> [WORK TO COMPLETE]:
Report each line of the records where "elsewhere" occurs.
'''
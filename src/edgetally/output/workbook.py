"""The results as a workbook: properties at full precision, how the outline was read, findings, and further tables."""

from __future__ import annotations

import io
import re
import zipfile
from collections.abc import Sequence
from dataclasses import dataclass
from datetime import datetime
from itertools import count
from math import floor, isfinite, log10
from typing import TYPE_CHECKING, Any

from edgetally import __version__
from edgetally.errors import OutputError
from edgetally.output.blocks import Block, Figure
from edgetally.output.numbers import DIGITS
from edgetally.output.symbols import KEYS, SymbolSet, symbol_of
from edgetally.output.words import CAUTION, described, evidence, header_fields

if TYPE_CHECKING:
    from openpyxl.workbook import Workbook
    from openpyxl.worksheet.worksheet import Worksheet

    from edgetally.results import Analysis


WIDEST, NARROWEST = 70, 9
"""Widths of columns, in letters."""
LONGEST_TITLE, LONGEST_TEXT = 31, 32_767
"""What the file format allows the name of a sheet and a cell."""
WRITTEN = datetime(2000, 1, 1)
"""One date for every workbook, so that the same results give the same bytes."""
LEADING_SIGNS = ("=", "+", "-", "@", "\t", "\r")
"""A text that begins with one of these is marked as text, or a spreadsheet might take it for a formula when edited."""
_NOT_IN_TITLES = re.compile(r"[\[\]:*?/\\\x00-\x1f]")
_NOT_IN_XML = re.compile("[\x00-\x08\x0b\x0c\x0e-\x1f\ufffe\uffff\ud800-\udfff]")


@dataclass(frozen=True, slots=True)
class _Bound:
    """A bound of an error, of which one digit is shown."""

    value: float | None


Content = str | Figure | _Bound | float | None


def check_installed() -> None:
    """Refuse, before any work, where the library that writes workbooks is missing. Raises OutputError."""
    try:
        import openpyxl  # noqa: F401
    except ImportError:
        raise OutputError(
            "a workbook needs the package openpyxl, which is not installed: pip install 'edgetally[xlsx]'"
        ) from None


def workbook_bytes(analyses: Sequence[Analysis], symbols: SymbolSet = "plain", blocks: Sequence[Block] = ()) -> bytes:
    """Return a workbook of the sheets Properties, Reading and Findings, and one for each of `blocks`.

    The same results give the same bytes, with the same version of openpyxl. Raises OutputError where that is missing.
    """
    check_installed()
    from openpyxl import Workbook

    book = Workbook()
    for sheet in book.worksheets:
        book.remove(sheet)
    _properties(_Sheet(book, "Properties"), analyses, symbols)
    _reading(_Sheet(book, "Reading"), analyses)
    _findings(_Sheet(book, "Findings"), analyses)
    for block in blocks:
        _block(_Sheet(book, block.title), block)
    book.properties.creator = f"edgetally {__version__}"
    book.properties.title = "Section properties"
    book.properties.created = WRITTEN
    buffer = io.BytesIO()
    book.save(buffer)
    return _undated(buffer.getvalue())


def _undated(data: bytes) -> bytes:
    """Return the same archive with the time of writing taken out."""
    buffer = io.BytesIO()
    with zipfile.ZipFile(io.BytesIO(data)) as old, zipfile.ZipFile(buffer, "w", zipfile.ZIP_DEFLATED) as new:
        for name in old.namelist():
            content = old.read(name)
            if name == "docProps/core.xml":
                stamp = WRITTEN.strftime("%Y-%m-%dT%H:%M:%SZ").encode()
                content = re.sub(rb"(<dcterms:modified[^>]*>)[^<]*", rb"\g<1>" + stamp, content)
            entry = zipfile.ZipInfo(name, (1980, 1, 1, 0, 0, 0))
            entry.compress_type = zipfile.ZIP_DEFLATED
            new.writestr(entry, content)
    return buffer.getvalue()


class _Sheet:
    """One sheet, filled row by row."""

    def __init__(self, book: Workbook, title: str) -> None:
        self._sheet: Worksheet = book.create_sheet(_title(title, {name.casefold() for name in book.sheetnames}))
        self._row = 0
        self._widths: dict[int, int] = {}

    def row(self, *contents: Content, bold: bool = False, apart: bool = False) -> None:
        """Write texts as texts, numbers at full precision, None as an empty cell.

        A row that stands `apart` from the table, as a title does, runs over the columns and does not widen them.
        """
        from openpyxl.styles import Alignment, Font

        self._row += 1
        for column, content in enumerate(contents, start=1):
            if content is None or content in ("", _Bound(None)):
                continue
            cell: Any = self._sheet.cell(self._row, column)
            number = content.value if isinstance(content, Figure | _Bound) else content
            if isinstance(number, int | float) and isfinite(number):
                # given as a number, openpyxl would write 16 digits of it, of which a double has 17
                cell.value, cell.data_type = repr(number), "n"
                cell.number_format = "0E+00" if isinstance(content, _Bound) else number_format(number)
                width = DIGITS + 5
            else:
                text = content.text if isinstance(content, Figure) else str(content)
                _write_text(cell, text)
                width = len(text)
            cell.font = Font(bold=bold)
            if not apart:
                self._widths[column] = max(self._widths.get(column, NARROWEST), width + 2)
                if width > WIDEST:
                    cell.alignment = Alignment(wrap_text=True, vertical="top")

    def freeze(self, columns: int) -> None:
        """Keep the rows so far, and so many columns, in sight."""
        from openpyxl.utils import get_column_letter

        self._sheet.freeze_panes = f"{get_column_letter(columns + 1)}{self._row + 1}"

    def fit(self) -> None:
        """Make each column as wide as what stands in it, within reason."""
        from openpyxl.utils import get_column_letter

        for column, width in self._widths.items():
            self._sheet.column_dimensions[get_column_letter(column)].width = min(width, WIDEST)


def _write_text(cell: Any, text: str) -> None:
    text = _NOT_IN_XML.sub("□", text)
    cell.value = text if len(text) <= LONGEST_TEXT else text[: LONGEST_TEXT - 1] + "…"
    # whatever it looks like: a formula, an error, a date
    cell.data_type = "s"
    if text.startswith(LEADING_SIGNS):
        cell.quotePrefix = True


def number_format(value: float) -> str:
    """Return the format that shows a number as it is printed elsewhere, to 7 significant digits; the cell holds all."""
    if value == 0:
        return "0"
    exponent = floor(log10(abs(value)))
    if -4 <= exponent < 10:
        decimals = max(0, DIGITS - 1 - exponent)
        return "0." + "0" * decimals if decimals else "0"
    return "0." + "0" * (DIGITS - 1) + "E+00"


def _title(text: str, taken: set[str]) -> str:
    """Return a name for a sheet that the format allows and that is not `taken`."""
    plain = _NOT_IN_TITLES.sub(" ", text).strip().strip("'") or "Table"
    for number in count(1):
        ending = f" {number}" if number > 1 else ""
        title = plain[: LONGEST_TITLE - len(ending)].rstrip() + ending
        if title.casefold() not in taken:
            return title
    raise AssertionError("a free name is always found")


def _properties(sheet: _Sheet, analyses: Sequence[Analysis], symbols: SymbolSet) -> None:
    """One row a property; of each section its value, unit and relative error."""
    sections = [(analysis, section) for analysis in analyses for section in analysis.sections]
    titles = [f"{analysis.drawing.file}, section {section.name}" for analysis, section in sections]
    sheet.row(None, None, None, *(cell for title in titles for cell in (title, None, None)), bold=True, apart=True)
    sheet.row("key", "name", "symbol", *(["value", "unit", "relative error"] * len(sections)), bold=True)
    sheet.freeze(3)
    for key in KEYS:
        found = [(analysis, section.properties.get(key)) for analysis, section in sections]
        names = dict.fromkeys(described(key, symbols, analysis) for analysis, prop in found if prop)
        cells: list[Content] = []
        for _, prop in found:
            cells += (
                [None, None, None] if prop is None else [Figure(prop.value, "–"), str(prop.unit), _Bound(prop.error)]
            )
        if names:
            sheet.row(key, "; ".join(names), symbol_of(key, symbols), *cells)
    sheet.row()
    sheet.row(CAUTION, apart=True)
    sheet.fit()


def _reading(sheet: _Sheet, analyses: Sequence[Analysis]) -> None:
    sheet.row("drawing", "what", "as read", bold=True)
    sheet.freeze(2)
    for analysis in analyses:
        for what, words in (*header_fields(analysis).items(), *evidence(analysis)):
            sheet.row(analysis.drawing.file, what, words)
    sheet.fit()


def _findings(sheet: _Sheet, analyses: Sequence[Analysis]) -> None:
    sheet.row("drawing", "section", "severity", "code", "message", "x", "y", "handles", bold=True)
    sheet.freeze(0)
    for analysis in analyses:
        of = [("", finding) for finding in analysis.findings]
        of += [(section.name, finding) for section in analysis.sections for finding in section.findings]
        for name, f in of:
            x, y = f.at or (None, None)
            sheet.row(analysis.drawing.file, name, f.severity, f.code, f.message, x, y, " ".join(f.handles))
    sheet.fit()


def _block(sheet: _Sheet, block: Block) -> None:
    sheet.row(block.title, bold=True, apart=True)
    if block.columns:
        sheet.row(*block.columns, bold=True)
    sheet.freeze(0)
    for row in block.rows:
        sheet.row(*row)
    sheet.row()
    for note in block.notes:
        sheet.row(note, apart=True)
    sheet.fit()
'''
'''
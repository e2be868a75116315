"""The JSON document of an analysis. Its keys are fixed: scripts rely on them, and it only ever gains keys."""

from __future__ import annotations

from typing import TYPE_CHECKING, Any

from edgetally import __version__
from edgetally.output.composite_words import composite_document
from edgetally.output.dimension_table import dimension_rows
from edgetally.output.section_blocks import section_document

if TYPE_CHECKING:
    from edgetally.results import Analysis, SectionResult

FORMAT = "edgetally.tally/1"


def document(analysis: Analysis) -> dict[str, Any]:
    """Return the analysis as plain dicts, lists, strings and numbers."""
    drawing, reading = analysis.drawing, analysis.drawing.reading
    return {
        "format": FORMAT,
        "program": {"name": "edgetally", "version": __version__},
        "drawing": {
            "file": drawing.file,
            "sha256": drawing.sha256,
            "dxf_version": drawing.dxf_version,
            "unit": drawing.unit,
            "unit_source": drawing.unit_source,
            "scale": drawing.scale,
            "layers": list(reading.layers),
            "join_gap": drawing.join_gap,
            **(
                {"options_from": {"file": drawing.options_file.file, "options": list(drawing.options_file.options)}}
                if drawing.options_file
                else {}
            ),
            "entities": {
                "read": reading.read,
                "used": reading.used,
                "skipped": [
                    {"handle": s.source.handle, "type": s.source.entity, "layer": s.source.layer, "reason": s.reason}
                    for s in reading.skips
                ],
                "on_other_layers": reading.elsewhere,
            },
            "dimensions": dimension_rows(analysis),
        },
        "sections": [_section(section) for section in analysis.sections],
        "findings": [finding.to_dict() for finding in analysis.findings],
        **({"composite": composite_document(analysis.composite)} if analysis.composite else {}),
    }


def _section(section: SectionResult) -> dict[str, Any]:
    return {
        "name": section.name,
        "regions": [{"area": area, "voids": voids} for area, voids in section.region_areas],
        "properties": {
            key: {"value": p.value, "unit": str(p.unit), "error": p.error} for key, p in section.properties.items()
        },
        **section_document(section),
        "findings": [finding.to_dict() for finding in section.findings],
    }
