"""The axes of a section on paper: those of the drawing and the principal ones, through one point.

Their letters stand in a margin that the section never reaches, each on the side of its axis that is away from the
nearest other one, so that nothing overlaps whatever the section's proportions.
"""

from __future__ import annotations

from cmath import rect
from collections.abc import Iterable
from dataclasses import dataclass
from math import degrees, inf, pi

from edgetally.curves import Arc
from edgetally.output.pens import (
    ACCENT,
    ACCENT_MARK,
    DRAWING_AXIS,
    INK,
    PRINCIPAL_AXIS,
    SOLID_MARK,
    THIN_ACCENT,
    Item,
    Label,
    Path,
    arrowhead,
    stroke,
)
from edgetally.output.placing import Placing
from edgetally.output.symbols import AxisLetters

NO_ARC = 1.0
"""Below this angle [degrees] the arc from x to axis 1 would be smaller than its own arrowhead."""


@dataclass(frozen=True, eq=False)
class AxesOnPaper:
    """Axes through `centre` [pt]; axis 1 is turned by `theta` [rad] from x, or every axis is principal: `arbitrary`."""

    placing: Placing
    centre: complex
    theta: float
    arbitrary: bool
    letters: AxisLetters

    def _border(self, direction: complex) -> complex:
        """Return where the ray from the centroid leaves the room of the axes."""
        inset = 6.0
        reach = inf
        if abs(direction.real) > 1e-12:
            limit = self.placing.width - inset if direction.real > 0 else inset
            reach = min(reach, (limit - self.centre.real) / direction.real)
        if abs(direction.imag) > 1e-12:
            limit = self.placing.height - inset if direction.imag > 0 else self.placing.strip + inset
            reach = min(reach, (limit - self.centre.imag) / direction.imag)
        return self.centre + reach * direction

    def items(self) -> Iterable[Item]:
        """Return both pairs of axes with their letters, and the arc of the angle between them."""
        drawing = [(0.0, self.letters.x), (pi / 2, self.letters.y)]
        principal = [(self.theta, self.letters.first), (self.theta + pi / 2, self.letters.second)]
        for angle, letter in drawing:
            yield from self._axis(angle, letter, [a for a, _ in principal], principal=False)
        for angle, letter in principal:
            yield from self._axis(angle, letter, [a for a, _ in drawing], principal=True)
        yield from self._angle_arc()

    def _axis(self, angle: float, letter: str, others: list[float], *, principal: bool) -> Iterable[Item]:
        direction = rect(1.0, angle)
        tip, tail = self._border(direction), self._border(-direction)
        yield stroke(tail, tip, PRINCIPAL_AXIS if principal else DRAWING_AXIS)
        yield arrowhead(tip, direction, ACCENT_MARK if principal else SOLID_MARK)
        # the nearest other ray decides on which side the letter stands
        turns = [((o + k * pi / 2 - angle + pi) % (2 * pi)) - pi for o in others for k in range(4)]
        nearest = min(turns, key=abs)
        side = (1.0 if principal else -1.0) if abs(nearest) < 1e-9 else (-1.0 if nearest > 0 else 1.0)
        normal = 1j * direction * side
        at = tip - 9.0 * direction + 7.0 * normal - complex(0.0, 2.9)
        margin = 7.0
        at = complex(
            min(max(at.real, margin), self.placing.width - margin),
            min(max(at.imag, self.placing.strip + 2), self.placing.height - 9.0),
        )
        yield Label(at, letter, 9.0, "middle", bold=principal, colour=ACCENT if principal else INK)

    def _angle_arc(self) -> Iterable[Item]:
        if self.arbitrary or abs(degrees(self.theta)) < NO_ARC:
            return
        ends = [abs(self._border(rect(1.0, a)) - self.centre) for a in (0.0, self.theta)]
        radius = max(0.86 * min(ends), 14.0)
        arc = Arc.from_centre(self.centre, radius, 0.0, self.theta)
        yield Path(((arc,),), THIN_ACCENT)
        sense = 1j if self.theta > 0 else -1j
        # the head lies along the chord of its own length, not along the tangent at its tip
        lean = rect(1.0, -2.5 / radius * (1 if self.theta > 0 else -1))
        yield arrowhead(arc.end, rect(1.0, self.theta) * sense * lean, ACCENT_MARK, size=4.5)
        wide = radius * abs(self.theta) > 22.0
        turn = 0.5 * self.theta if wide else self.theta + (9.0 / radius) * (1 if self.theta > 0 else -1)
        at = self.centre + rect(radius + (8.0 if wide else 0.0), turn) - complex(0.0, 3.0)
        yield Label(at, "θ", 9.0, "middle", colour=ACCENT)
'''
> [EXPECTED ANSWER]:
    """Return the format that shows a number as it is printed elsewhere, to 7 significant digits; the cell holds all."""
                "on_other_layers": reading.elsewhere,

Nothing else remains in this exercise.